Pending legislation would create a statewide standard for juvenile competency.
Among other things, it would establish the presumption that juveniles 10 or older are competent to stand trial.
Competency means the defendant has both the ability to understand what is going on and is capable of assisting in his or her defense, said Rep. Ellen Cogen Lipton, D-Huntington Woods, who introduced the bill in the House.
In addition to determining that children under 10 are too young to understand the nature of a courtroom trial, the bill would allow those older than 10 to challenge their competency and for a psychiatrist or other licensed professional to examine a defendant.
Lipton said, “We don’t currently have a statewide system in place for juveniles in the criminal justice system. This bill creates that standard for whether or not a minor is able to be adjudicated.”
The bill sets the age of 10 as the divider between presumed competency and incompetence as a compromise among the groups crafting the legislation, Lipton said.
Many prosecutors advocated a cut-off at a lower age, but mental health professionals pushed for a 12-year-old cutoff, she said.
Among the groups involved was the Michigan Council on Crime and Delinquency.

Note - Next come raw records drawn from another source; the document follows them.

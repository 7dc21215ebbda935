import { describe, expect, it } from 'vitest';
import { clearSignInNote, leaveSignInNote, readSignInNote } from './signInNote';

function memoryStorage(): Storage {
  const items = new Map<string, string>();
  return {
    get length() {
      return items.size;
    },
    clear: () => items.clear(),
    getItem: (k) => items.get(k) ?? null,
    key: (i) => [...items.keys()][i] ?? null,
    removeItem: (k) => void items.delete(k),
    setItem: (k, v) => void items.set(k, String(v)),
  };
}

describe('the sign-in note', () => {
  it('is read as left until it is cleared, then is gone', () => {
    const storage = memoryStorage();
    expect(readSignInNote(storage)).toBeNull();
    leaveSignInNote('The business was deleted.', storage);
    expect(readSignInNote(storage)).toBe('The business was deleted.');
    expect(readSignInNote(storage)).toBe('The business was deleted.');
    clearSignInNote(storage);
    expect(readSignInNote(storage)).toBeNull();
  });
});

Michelle Weemhoff, the council’s senior policy associate, said the process included judges, prosecutors, mental health professionals, criminal defense attorneys and child advocacy groups.
“This has been a high priority of ours for a number of years,” Weemhoff said.
That meant reshaping the definition of competency for minors, separate from the rule for adults.
Studies show youth begin to understand the court system around ages 11-13. Below that, children have more difficulty understanding the adversarial nature of courts. If children don’t understand what’s going on, treating them as competent would be unconstitutional, she said.
Both Weemhoff and Lipton said there is no hard-and-fast line determining when an individual is capable of understanding the process, but one is necessary to make the law workable, both politically and in practice.
The issue of competency can still be raised by those older than 10, Weemhoff said.
If the issue is raised, the presiding judge would order the defendant tested for competency. Regardless of the test result, the judge would have the final say, she said.
The bill also addresses how to handle children who are deemed incompetent to proceed.
The cases of minors deemed incompetent and who aren’t seriously emotionally disturbed would be removed from the court system. Those who are seriously emotionally disturbed could be ordered to receive treatment in a community mental health system, Weemhoff said.
The Senate legislation is sponsored by Sen. Tonya Schuitmaker, R-Lawton. The House bill’s sponsors include Reps. Leisa Liss, D-Warren; Eileen Kowall, R-White Lake; Harvey Santana, D-Detroit; Joan Bauer, D-Lansing; Hugh Crawford, R-Novi; and Jeff Irwin, D-Ann Arbor. The bills are pending in the House and Senate Judiciary committees.